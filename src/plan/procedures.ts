/**
 * What the plan layer needs to know about each procedure id to check a plan by hand-edit or by
 * machine: the design family it belongs to, whether it reads a binary outcome, whether it is an
 * equivalence procedure (and so needs a margin), the data layouts it can read, and a readable name.
 *
 * This is a static table, not the rule base: a plan must be checkable without loading rules/.
 */
import type { DesignFamily } from '../engine/types.js';
import { PROCEDURE_IDS, type ProcedureId } from '../stats/types.js';
import type { DataMapping } from './types.js';

export type Layout = DataMapping['layout'];

export interface ProcedureFacts {
  family: Exclude<DesignFamily, 'other'>;
  binary: boolean;
  equivalence: boolean;
  layouts: readonly Layout[];
  name: string;
}

const PAIRED_LAYOUTS: readonly Layout[] = ['wide', 'long'];
const GROUP_LAYOUTS: readonly Layout[] = ['groups', 'columns'];

export const PROCEDURES: Record<ProcedureId, ProcedureFacts> = {
  'paired-t': { family: 'paired', binary: false, equivalence: false, layouts: PAIRED_LAYOUTS, name: 'paired t on the differences' },
  'signed-rank': { family: 'paired', binary: false, equivalence: false, layouts: PAIRED_LAYOUTS, name: 'Wilcoxon signed-rank on the differences' },
  mcnemar: { family: 'paired', binary: true, equivalence: false, layouts: PAIRED_LAYOUTS, name: 'McNemar test on the discordant pairs' },
  'paired-equivalence': { family: 'paired', binary: false, equivalence: true, layouts: PAIRED_LAYOUTS, name: 'paired equivalence by two one-sided tests' },
  // A 2x2 crossover is a paired design (each unit has both conditions) analysed as two groups of
  // period differences (Hills and Armitage 1979).
  'crossover-t': { family: 'paired', binary: false, equivalence: false, layouts: ['crossover'], name: '2x2 crossover analysis (t on period differences between sequences)' },
  'welch-t': { family: 'independent', binary: false, equivalence: false, layouts: GROUP_LAYOUTS, name: 'Welch two-sample t' },
  'pooled-t': { family: 'independent', binary: false, equivalence: false, layouts: GROUP_LAYOUTS, name: 'pooled two-sample t (equal spreads assumed)' },
  'rank-sum': { family: 'independent', binary: false, equivalence: false, layouts: GROUP_LAYOUTS, name: 'Wilcoxon-Mann-Whitney rank-sum' },
  'two-proportions': { family: 'independent', binary: true, equivalence: false, layouts: GROUP_LAYOUTS, name: 'difference of two proportions (Fisher exact for small counts)' },
  'welch-equivalence': { family: 'independent', binary: false, equivalence: true, layouts: GROUP_LAYOUTS, name: 'two-group equivalence by two one-sided tests (Welch)' },
};

export function isProcedureId(x: unknown): x is ProcedureId {
  return typeof x === 'string' && (PROCEDURE_IDS as readonly string[]).includes(x);
}

export function procedureName(id: ProcedureId): string {
  return PROCEDURES[id].name;
}

/** Procedure ids that belong to a design family, for messages ("allowed: ..."). */
export function proceduresOf(family: 'paired' | 'independent'): ProcedureId[] {
  return PROCEDURE_IDS.filter((id) => PROCEDURES[id].family === family);
}

/**
 * Sensitivity analyses that may be declared beside a main procedure: the same design family and
 * the same kind of outcome (binary or numeric), not an equivalence test beside a difference test,
 * and not the main procedure itself. A crossover
 * may also declare the rank-sum test on the period differences (the rank-based crossover
 * analysis of Koch 1972), which reads the same crossover layout.
 */
export function sensitivityAllowed(main: ProcedureId): ProcedureId[] {
  const m = PROCEDURES[main];
  if (main === 'crossover-t') return ['rank-sum'];
  return PROCEDURE_IDS.filter((id) => {
    const s = PROCEDURES[id];
    // An equivalence test answers a different question than a difference test: it is not a
    // sensitivity analysis of one.
    if (s.equivalence && !m.equivalence) return false;
    return id !== main && id !== 'crossover-t' && s.family === m.family && s.binary === m.binary;
  });
}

WHAT NEEDS TO BE DONE:
Copy down every line of the entries containing the word "readonly".

WRITTEN RESPONSE:
  layouts: readonly Layout[];
const PAIRED_LAYOUTS: readonly Layout[] = ['wide', 'long'];
const GROUP_LAYOUTS: readonly Layout[] = ['groups', 'columns'];
  return typeof x === 'string' && (PROCEDURE_IDS as readonly string[]).includes(x);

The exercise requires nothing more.